START AVAILABLE DATA

"""The two families of integrals over a Debye spectrum, written so that no factor cancels or overflows."""

from __future__ import annotations

import numpy as np

from sheetgen.physics.quadrature import unit_gauss_nodes

# Beyond this upper limit the integrands add less than rounding: 60⁵ e⁻⁶⁰ is 1e-17.
_LAST = 60.0
# The integrands are analytic up to their poles at ±2πi, which fixes the error of this rule: below 1e-16.
_NODES = 64


def scaled_transport_integral(order: int, x: np.ndarray) -> np.ndarray:
    """x^{1−n} ∫₀ˣ sⁿ eˢ/(eˢ−1)² ds for n = order ≥ 2 and x ≥ 0, infinity included; 1/(n−1) at x = 0.

    Its integrand is positive and its limits are finite, so it is exact to rounding from x = 0 to infinity.
    """
    return _scaled_integral(x, lambda s: (_half_over_sinh(s / 2)) ** 2, order - 2)


def scaled_bose_integral(order: int, x: np.ndarray) -> np.ndarray:
    """x^{−n} ∫₀ˣ sⁿ/(eˢ−1) ds for n = order ≥ 1 and x ≥ 0, infinity included; 1/n at x = 0."""
    return _scaled_integral(x, lambda s: s / np.expm1(s), order - 1)


def _half_over_sinh(half: np.ndarray) -> np.ndarray:
    return half / np.sinh(half)


def _scaled_integral(x: np.ndarray, shape, power: int) -> np.ndarray:
    """∫₀¹ v^power shape(xv) dv, with the part beyond xv = 60 left out."""
    nodes, weights = unit_gauss_nodes(_NODES)
    x = np.asarray(x, float)
    end = np.minimum(x, _LAST)
    # Both shapes are 1 at zero to rounding well before the smallest normal number.
    values = shape(np.maximum(end[..., None] * nodes, 1e-150))
    with np.errstate(invalid="ignore", divide="ignore"):
        kept = np.where(x > _LAST, _LAST / x, 1.0) ** (power + 1)
    return kept * (values @ (weights * nodes**power))
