@rulebook.command("list")
def list_books() -> int:
    """List the shipped rulebooks and their rules."""
    from auditor.rule_pages import listing

    click.echo(listing(), nl=False)
    return 0


@rulebook.command("show")
@click.argument("names", nargs=-1)
@click.option("--html", type=click.Path(dir_okay=False), help="Write whole books as one page.")
def show_rule(names: tuple[str, ...], html: str | None) -> int:
    """Show a rule or a whole book, by its id or name.

    With --html the page holds the books named, shipped ones or files; without a name, all shipped.

    \b
    auditor rulebook show generator-trivial
    auditor rulebook show strength
    auditor rulebook show --html rules.html
    """
    from auditor.outputs import write_text
    from auditor.rule_pages import NoSuchRule, page, reference
    from auditor.rulebooks.rulebook import RulebookError

    if not names and not html:
        raise click.UsageError("name a rule or a book, or write the whole reference with --html")
    try:
        if html:
            write_text(html, reference(names))
        else:
            click.echo("\n".join(map(page, names)), nl=False)
    except (NoSuchRule, RulebookError) as error:
        raise click.ClickException(str(error)) from error
    return 0


@rulebook.command("test")
@click.argument("books", nargs=-1)
def test_books(books: tuple[str, ...]) -> int:
    """Load rulebooks and run the examples of their rules; all shipped ones by default.

    \b
    auditor rulebook test
    auditor rulebook test my-rules.yaml
    """
    from auditor.rule_pages import tested

    failures, summary = tested(books)
    for failure in failures:
        click.echo(failure)
    click.echo(summary)
    return 1 if failures else 0


def run() -> int:
    """The entry point: every way to end has its exit status, and none shows a traceback."""
    sys.set_int_max_str_digits(MOST_DIGITS)
    try:
        status = main(standalone_mode=False) or 0
        sys.stdout.flush()
    except click.ClickException as error:
        error.show()
        status = 2
    except (click.Abort, KeyboardInterrupt, Interrupted) as reason:
        click.echo(f"interrupted{reason}", err=True)
        status = 130
    except (BrokenPipeError, SystemExit):
        os.dup2(os.open(os.devnull, os.O_WRONLY), sys.stdout.fileno())
        status = 141
    except Exception as error:
        click.echo(f"internal fault: {type(error).__name__}: {error}", err=True)
        status = 3
    return int(status)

END AVAILABLE DATA

— WHAT IS EXPECTED —
Which lines in the records above contain the word "rulebooks"? Copy each one.

— RESULT —
    """List the shipped rulebooks and their rules."""
    from auditor.rulebooks.rulebook import RulebookError
    """Load rulebooks and run the examples of their rules; all shipped ones by default.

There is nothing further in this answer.